• _DATA_:
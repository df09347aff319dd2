"""/api/v1/, where the README sends API users: a link to every collection, the schema and the docs."""
from __future__ import annotations

from django.test import TestCase
from rest_framework.test import APIClient

from registry import services
from registry.api.urls import router


class ApiIndexTests(TestCase):
    def test_it_links_every_registered_collection_and_the_entry_points(self) -> None:
        response = APIClient().get("/api/v1/", HTTP_ACCEPT="application/json")
        self.assertEqual(response.status_code, 200)
        links = response.json()
        collections = {prefix for prefix, _viewset, _basename in router.registry}
        self.assertGreaterEqual(len(collections), 12)
        self.assertEqual(collections - links.keys(), set())
        self.assertEqual(links["lasers"], "http://testserver/api/v1/lasers/")
        self.assertEqual(links["hazard-results"], "http://testserver/api/v1/hazard-results/")
        self.assertEqual(links["training-records"], "http://testserver/api/v1/training-records/")
        self.assertEqual(links["schema"], "http://testserver/api/v1/schema/")
        self.assertEqual(links["docs"], "http://testserver/api/v1/docs/")
        self.assertEqual(links["redoc"], "http://testserver/api/v1/docs/redoc/")
        self.assertEqual(links["evaluate"], "http://testserver/api/v1/evaluate/")
        self.assertEqual(links["auth-token"], "http://testserver/api/v1/auth/token/")

    def test_every_collection_link_lists_records_for_a_signed_in_caller(self) -> None:
        links = APIClient().get("/api/v1/", HTTP_ACCEPT="application/json").json()
        client = APIClient()
        client.force_authenticate(user=services.person_create(username="ada", role="lso").user)
        for prefix, _viewset, _basename in router.registry:
            with self.subTest(collection=prefix):
                response = client.get(links[prefix])
                self.assertEqual(response.status_code, 200)
                self.assertIn("results", response.json())
        for name in ("schema", "docs", "redoc"):
            with self.subTest(entry=name):
                self.assertEqual(APIClient().get(links[name]).status_code, 200)

    def test_a_collection_it_links_still_asks_an_anonymous_caller_to_sign_in(self) -> None:
        links = APIClient().get("/api/v1/", HTTP_ACCEPT="application/json").json()
        self.assertEqual(APIClient().get(links["lasers"]).status_code, 401)

    def test_a_browser_gets_the_links_as_a_page(self) -> None:
        response = APIClient().get("/api/v1/", HTTP_ACCEPT="text/html")
        self.assertEqual(response.status_code, 200)
        self.assertEqual(response["Content-Type"], "text/html; charset=utf-8")
        self.assertContains(response, "http://testserver/api/v1/lasers/")
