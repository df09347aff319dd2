"""The demo campus: it loads, loads again without duplicates, and is self-consistent."""
from __future__ import annotations

import datetime
from io import StringIO

import pytest
from pytest_django.fixtures import Settings
from django.contrib.auth import get_user_model
from django.core.management import call_command
from django.db.models import Count, Q
from django.test import RequestFactory, TestCase
from django.utils import timezone

from registry.models import (
    HAZARDOUS_CLASSES,
    RETIRED_STATUSES,
    SOP,
    Audit,
    Authorization,
    AuthorizationStatus,
    Emission,
    Eyewear,
    EyewearMarking,
    Finding,
    Incident,
    Laser,
    Location,
    Person,
    Role,
    SOPAcknowledgement,
    TrainingRecord,
)
from registry.selectors import authorization_missing_prerequisites, training_expiring
from registry.services.campus import campus_load, campus_read, demo_password

CAMPUS_MODELS = [Location, Laser, Emission, Person, TrainingRecord, Authorization, SOP, SOPAcknowledgement,
                 Eyewear, EyewearMarking, Audit, Finding, Incident]


def _wavelengths_nm() -> set[float]:
    return {round(value * 1e9, 1) for value in Emission.objects.values_list("wavelength_m", flat=True)}


class CampusContentTests(TestCase):
    @classmethod
    def setUpTestData(cls) -> None:
        cls.summary = campus_load(data=campus_read(), set_demo_passwords=True)

    def test_it_is_a_campus_of_the_size_the_demo_promises(self) -> None:
        self.assertGreaterEqual(Location.objects.values("building").distinct().count(), 3)
        self.assertGreaterEqual(Location.objects.count(), 10)
        self.assertGreaterEqual(Laser.objects.count(), 25)

    def test_it_holds_the_kinds_of_laser_a_research_facility_has(self) -> None:
        expected_nm = {800.0, 1064.0, 532.0, 355.0, 10600.0, 632.8, 405.0, 1550.0, 248.0, 488.0, 514.5, 694.3}
        self.assertLessEqual(expected_nm, _wavelengths_nm())
        cutter = Laser.objects.get(gain_medium="CO2")
        self.assertEqual((cutter.labelled_class, cutter.embedded_class), ("1", "4"))
        ruby = Emission.objects.get(laser__gain_medium__startswith="Ruby")
        self.assertAlmostEqual(ruby.pulse_duration_s, 1e-3)
        photocoagulator = Emission.objects.get(wavelength_m=532e-9, laser__location__building__contains="Clinical")
        self.assertEqual(photocoagulator.temporal_mode, "cw")
        pointer = Laser.objects.get(description__contains="pointer")
        self.assertLess(pointer.emissions.get().average_power_W, 5e-3)

    def test_every_class_3b_or_4_laser_in_service_has_a_room_an_owner_and_an_emission(self) -> None:
        hazardous = Laser.objects.filter(
            Q(labelled_class__in=HAZARDOUS_CLASSES) | Q(embedded_class__in=HAZARDOUS_CLASSES)
        ).annotate(lines=Count("emissions"))
        self.assertGreater(hazardous.count(), 15)
        for laser in hazardous:
            with self.subTest(laser=laser.asset_tag):
                self.assertGreaterEqual(laser.lines, 1)
                if laser.status not in RETIRED_STATUSES:
                    self.assertIsNotNone(laser.location_id)
                    self.assertIsNotNone(laser.owner_id)

    def test_one_pending_registration_cannot_be_assessed_and_says_why(self) -> None:
        self.assertEqual([(emission, reason.split(":")[0]) for emission, reason in self.summary.not_assessed],
                         [("FV-0029 450 nm continuous wave", "full-angle divergence (rad)")])
        self.assertEqual(Laser.objects.get(asset_tag="FV-0029").status, "pending_review")

    def test_pulsed_emissions_agree_with_their_average_power(self) -> None:
        # Average power = pulse energy x repetition rate, to the rounding of a data sheet.
        pulsed = Emission.objects.filter(pulse_energy_J__isnull=False, prf_Hz__isnull=False,
                                         average_power_W__isnull=False)
        self.assertGreater(pulsed.count(), 5)
        for emission in pulsed:
            with self.subTest(emission=str(emission)):
                self.assertAlmostEqual(emission.pulse_energy_J * emission.prf_Hz / emission.average_power_W, 1.0,
                                       delta=0.05)

    def test_it_has_people_of_every_role_and_a_demo_login_for_each(self) -> None:
        self.assertEqual(set(Person.objects.values_list("role", flat=True)), set(Role.values))
        self.assertEqual({login.role for login in self.summary.logins}, set(Role.values))
        for login in self.summary.logins:
            with self.subTest(login=login.username):
                # The lockout backend (django-axes) counts each sign-in against its request.
                self.assertTrue(self.client.login(request=RequestFactory().post("/login/"), username=login.username,
                                                  password=demo_password(login.username)))

    def test_training_includes_records_expiring_soon_and_records_expired(self) -> None:
        today = timezone.localdate()
        self.assertTrue(training_expiring(within_days=30).exists())
        self.assertTrue(TrainingRecord.objects.filter(valid_until__lt=today).exists())

    def test_every_approved_authorization_meets_its_prerequisites(self) -> None:
        approved = Authorization.objects.filter(status=AuthorizationStatus.APPROVED)
        self.assertGreaterEqual(approved.count(), 3)
        for authorization in approved:
            with self.subTest(authorization=str(authorization)):
                self.assertEqual(
                    authorization_missing_prerequisites(person=authorization.person, laser=authorization.laser), [])
        # The open requests show the check at work: each lacks something.
        for authorization in Authorization.objects.filter(status=AuthorizationStatus.REQUESTED):
            with self.subTest(request=str(authorization)):
                self.assertNotEqual(
                    authorization_missing_prerequisites(person=authorization.person, laser=authorization.laser), [])

    def test_the_past_audit_is_signed_off_with_findings_still_open(self) -> None:
        audit = Audit.objects.get()
        self.assertEqual(audit.status, "signed_off")
        self.assertLess(audit.conducted_on, timezone.localdate())
        self.assertGreaterEqual(audit.findings.filter(status="open").count(), 1)

    def test_every_eyewear_item_has_a_marking(self) -> None:
        self.assertFalse(Eyewear.objects.filter(markings__isnull=True).exists())

    def test_loading_again_duplicates_nothing_and_writes_no_history(self) -> None:
        counts = {model: model.objects.count() for model in CAMPUS_MODELS}
        history = {model: model.history.count() for model in CAMPUS_MODELS}
        users = get_user_model().objects.count()
        again = campus_load(data=campus_read(), set_demo_passwords=True)
        self.assertEqual(again.saved_rows, 0)
        self.assertEqual({model: model.objects.count() for model in CAMPUS_MODELS}, counts)
        self.assertEqual({model: model.history.count() for model in CAMPUS_MODELS}, history)
        self.assertEqual(get_user_model().objects.count(), users)


@pytest.mark.django_db
def test_seed_campus_prints_demo_credentials_in_development(settings: Settings) -> None:
    settings.DEBUG = True
    out = StringIO()
    call_command("seed_campus", stdout=out)
    output = out.getvalue()
    assert output.startswith("Fenwick Vale Research Campus: 12 locations, 29 lasers")
    for username in ("lso", "researcher", "user", "inspector"):
        assert f"username {username:<11} password {demo_password(username)}" in output
    call_command("seed_campus", stdout=StringIO())
    assert Laser.objects.count() == 29


@pytest.mark.django_db
def test_seed_campus_sets_no_demo_password_when_debug_is_off(settings: Settings) -> None:
    settings.DEBUG = False
    out = StringIO()
    call_command("seed_campus", stdout=out)
    assert "password lso-demo" not in out.getvalue()
    assert "set one with: manage.py changepassword lso" in out.getvalue()
    assert not get_user_model().objects.get(username="lso").has_usable_password()


@pytest.mark.django_db
def test_relative_dates_follow_the_load_day() -> None:
    day = datetime.date(2030, 6, 1)
    campus_load(data=campus_read(), today=day)
    user_training = TrainingRecord.objects.get(person__user__username="user", course="general")
    assert user_training.valid_until == day + datetime.timedelta(days=20)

• _WHAT IS EXPECTED_:
Where the listing above has a line with "self.assertLessEqual(expected_nm, _wavelengths_nm())", start there, and output every line exactly through the line with "self.assertAlmostEqual(ruby.pulse_duration_s, 1e-3)", which is also included.

• _WRITTEN ANSWER_:
        self.assertLessEqual(expected_nm, _wavelengths_nm())
        cutter = Laser.objects.get(gain_medium="CO2")
        self.assertEqual((cutter.labelled_class, cutter.embedded_class), ("1", "4"))
        ruby = Emission.objects.get(laser__gain_medium__startswith="Ruby")
        self.assertAlmostEqual(ruby.pulse_duration_s, 1e-3)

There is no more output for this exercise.